Les moins de 35 ans composent 55 % de cette population en 2004,
soit 7 points de mieux qu'en 2003. La moitié des français
travaillant hors de France a entre 25 et 35 ans. 60 % d'entre
eux sont sous contrat local, répondant aux sollicitations
des entreprises étrangères.
Les contrats locaux augmentent donc en nombre. Mis à part
les indépendants (créateurs d'entreprise, commerçants
et professions libérales), les expatriés sont 62 %
à avoir un contrat local, dont 54 % a être employés
par une entreprise locale (ni détaché ni expatrié
par une entreprise française) soit 12 points de plus qu'en
2003. Les contrats français, moins nombreux quant à
eux, concernent à 90 % les cadres de grandes sociétés.

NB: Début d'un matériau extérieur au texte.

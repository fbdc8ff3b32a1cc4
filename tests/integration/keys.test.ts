import { createServer, type Server } from "node:http"
import type { AddressInfo } from "node:net"
import pg from "pg"
import request from "supertest"
import { afterAll, beforeAll, describe, expect, it } from "vitest"
import { registry } from "@/app/api/v1/registry"
import { closePools, withTenant } from "@/db"
import { nodeMount } from "@/lib/api/node-mount"
import { createServe } from "@/lib/api/serve"
import { forgetAccess, listKeys, revokeKey, rotateKey } from "@/lib/keys"
import { createTestAccount } from "../support/account"
import { stack, takeSettings } from "../support/stack"

const body = { ph: 6.8, kh_dkh: 4 }
let second: Server
let secondUrl: string

// A second instance, in this process, beside the one of the stack: what one learns the other must learn.
beforeAll(async () => {
  takeSettings()
  const serve = createServe({ registry, publicUrl: stack().settings.PUBLIC_URL ?? "" })
  second = createServer(nodeMount(serve))
  await new Promise<void>((resolve) => second.listen(0, "127.0.0.1", resolve))
  secondUrl = `http://127.0.0.1:${(second.address() as AddressInfo).port}`
})

afterAll(async () => {
  second.close()
  await forgetAccess()
  await closePools()
})

function post(secret: string, url = stack().appUrl) {
  return request(url).post("/api/v1/carbonate/co2").set("authorization", `Bearer ${secret}`).send(body)
}

/** Milliseconds until both instances refuse the key. */
async function refusedEverywhereAfter(secret: string): Promise<number> {
  const start = Date.now()
  for (;;) {
    const answers = await Promise.all([post(secret), post(secret, secondUrl)])
    if (answers.every(({ status }) => status === 401)) return Date.now() - start
    if (Date.now() - start > 10_000) throw new Error("A revoked key still works after 10 s")
    await new Promise((resolve) => setTimeout(resolve, 20))
  }
}

describe("a revoked key", () => {
  it("is refused by every instance within 2 s, though both had it in memory", async () => {
    const account = await createTestAccount()
    const { secret, key } = await account.key()
    await post(secret).expect(200)
    await post(secret, secondUrl).expect(200)
    await revokeKey({ ctx: account.ctx, input: { key_id: key.id, reason: "test" } })
    expect(await refusedEverywhereAfter(secret)).toBeLessThan(2_000)
  })

  it("is refused within 5 s also when every listening connection was cut before", async () => {
    const account = await createTestAccount()
    const { secret, key } = await account.key()
    await post(secret).expect(200)
    await post(secret, secondUrl).expect(200)
    const superuser = new pg.Client({ connectionString: stack().databaseUrls.superuser })
    await superuser.connect()
    const { rowCount } = await superuser.query(
      "select pg_terminate_backend(pid) from pg_stat_activity where query ilike 'listen access_changed%'",
    )
    await superuser.end()
    expect(rowCount).toBeGreaterThanOrEqual(2)
    await revokeKey({ ctx: account.ctx, input: { key_id: key.id } })
    expect(await refusedEverywhereAfter(secret)).toBeLessThan(5_000)
  })

  it("is refused also when it was revoked straight in the database", async () => {
    const account = await createTestAccount()
    const { secret, key } = await account.key()
    await post(secret).expect(200)
    await withTenant(account.ctx.account_id, (trx) =>
      trx.updateTable("api_key").set({ revoked_at: new Date() }).where("id", "=", key.id).execute(),
    )
    expect(await refusedEverywhereAfter(secret)).toBeLessThan(2_000)
  })
})

describe("a key", () => {
  it("expires", async () => {
    const account = await createTestAccount()
    const { secret } = await account.key({ expires_at: new Date(Date.now() + 700) })
    await post(secret).expect(200)
    await new Promise((resolve) => setTimeout(resolve, 900))
    const { body: problem } = await post(secret).expect(401)
    expect(problem.code).toBe("key_expired")
  })

  it("is rotated with an overlap in which both work", async () => {
    const account = await createTestAccount()
    const old = await account.key({ scopes: ["calculate", "usage"] })
    const made = await rotateKey({ ctx: account.ctx, input: { key_id: old.key.id, overlap_h: 1 } })
    await post(old.secret).expect(200)
    await post(made.secret).expect(200)
    expect(made.key.scopes).toEqual(["calculate", "usage"])
    const rotated = (await listKeys({ ctx: account.ctx })).find(({ id }) => id === old.key.id)
    expect(rotated?.successor_id).toBe(made.key.id)
    expect(rotated?.expires_at?.getTime()).toBe(account.ctx.now.getTime() + 3_600_000)
    await expect(
      rotateKey({ ctx: account.ctx, input: { key_id: old.key.id, overlap_h: 1 } }),
    ).rejects.toThrow("conflict")
  })

  it("works only from the addresses on its list, where it has one", async () => {
    const account = await createTestAccount()
    const here = await account.key({ cidrs: ["127.0.0.0/8", "2001:db8::/32"] })
    const elsewhere = await account.key({ cidrs: ["192.0.2.0/24"] })
    await post(here.secret).expect(200)
    const { body: problem } = await post(elsewhere.secret).expect(403)
    expect(problem.code).toBe("address_not_allowed")
  })

  it("is refused where it stands in the address", async () => {
    const account = await createTestAccount()
    const { secret } = await account.key()
    const response = await request(stack().appUrl).post(`/api/v1/carbonate/co2?key=${secret}`).send(body)
    expect(response.status).toBe(400)
    expect(response.body.code).toBe("key_in_url")
    expect(JSON.stringify(response.body)).not.toContain(secret)
  })

  it("of a suspended account is refused within 2 s", async () => {
    const account = await createTestAccount()
    const { secret } = await account.key()
    await post(secret).expect(200)
    await withTenant(account.ctx.account_id, (trx) =>
      trx
        .updateTable("account")
        .set({ status: "suspended" })
        .where("id", "=", account.ctx.account_id)
        .execute(),
    )
    await new Promise((resolve) => setTimeout(resolve, 500))
    const { body: problem } = await post(secret).expect(403)
    expect(problem.code).toBe("account_suspended")
  })

  it("is nowhere in the database as it is", async () => {
    const account = await createTestAccount()
    const { secret, key } = await account.key()
    const superuser = new pg.Client({ connectionString: stack().databaseUrls.superuser })
    await superuser.connect()
    const { rows } = await superuser.query(
      "select row_to_json(k)::text as row from api_key k where id = $1",
      [key.id],
    )
    await superuser.end()
    expect(rows).toHaveLength(1)
    expect(rows[0].row).not.toContain(secret)
    expect(rows[0].row).not.toContain(secret.slice(-12))
  })
})

describe("a browser key", () => {
  it("works on pages of its origins and is answered to those alone", async () => {
    const account = await createTestAccount()
    const { secret } = await account.key({ kind: "browser", origins: ["https://shop.example"] })
    const allowed = await post(secret).set("origin", "https://shop.example").expect(200)
    expect(allowed.headers["access-control-allow-origin"]).toBe("https://shop.example")
    expect(allowed.headers.vary).toContain("Origin")
    for (const origin of ["https://shop.example.evil.example", "http://shop.example", "null"]) {
      const refused = await post(secret).set("origin", origin).expect(403)
      expect(refused.body.code).toBe("origin_not_allowed")
      expect(refused.headers["access-control-allow-origin"]).toBeUndefined()
    }
    await post(secret).expect(403)
  })

  it("can calculate and nothing else", async () => {
    const account = await createTestAccount()
    await expect(
      account.key({ kind: "browser", origins: ["https://shop.example"], scopes: ["calculate", "usage"] }),
    ).rejects.toThrow("validation_failed")
    await expect(account.key({ kind: "browser", origins: [] })).rejects.toThrow("validation_failed")
  })
})

describe("a preflight", () => {
  it("lets a page ask for a calculation, and for nothing that needs a server key", async () => {
    const ask = (path: string) =>
      request(stack().appUrl)
        .options(`/api/v1${path}`)
        .set("origin", "https://shop.example")
        .set("access-control-request-method", "POST")
    const calculation = await ask("/carbonate/co2").expect(204)
    expect(calculation.headers["access-control-allow-origin"]).toBe("https://shop.example")
    expect(calculation.headers["access-control-allow-credentials"]).toBeUndefined()
    const usage = await request(stack().appUrl)
      .options("/api/v1/usage")
      .set("origin", "https://shop.example")
      .set("access-control-request-method", "GET")
    expect(usage.headers["access-control-allow-origin"]).toBeUndefined()
  })
})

La part de ceux qui gagnent moins de 30 000 euros augmente de 7 % en 2004. En proportion inverse, la part de ceux qui gagnent 76 000 euros et plus baisse également de 7 % en 2004. En contrepartie, l'employeur prend en charge en moyenne 54 % des frais de logement ainsi que 50 % de la protection sociale. Une compensation qui ne semble pas régler le problème du suivi des expatriés à l'étranger. Ainsi, ils sont un tiers à n'avoir de contact avec leur entreprise française qu'une fois par trimestre et même moins. Des échanges par e-mails en général ou bien par téléphone ou fax. La satisfaction à l'égard de la gestion des ressources humaines diminue, avec seulement 50 % de satisfaits en 2004 contre 61 % en 2003. Une préoccupation majeure des expatriés reste in fine la gestion du retour, pris en compte par seulement 38 % des entreprises. Elargissement oblige, les expatriés choisissent pourtant la proximité et les pays de l'Union européenne. En l'espace d'un an à peine, ces destinations de travail et de résidence sont passées de 35 % à 56 % de la population expatriée.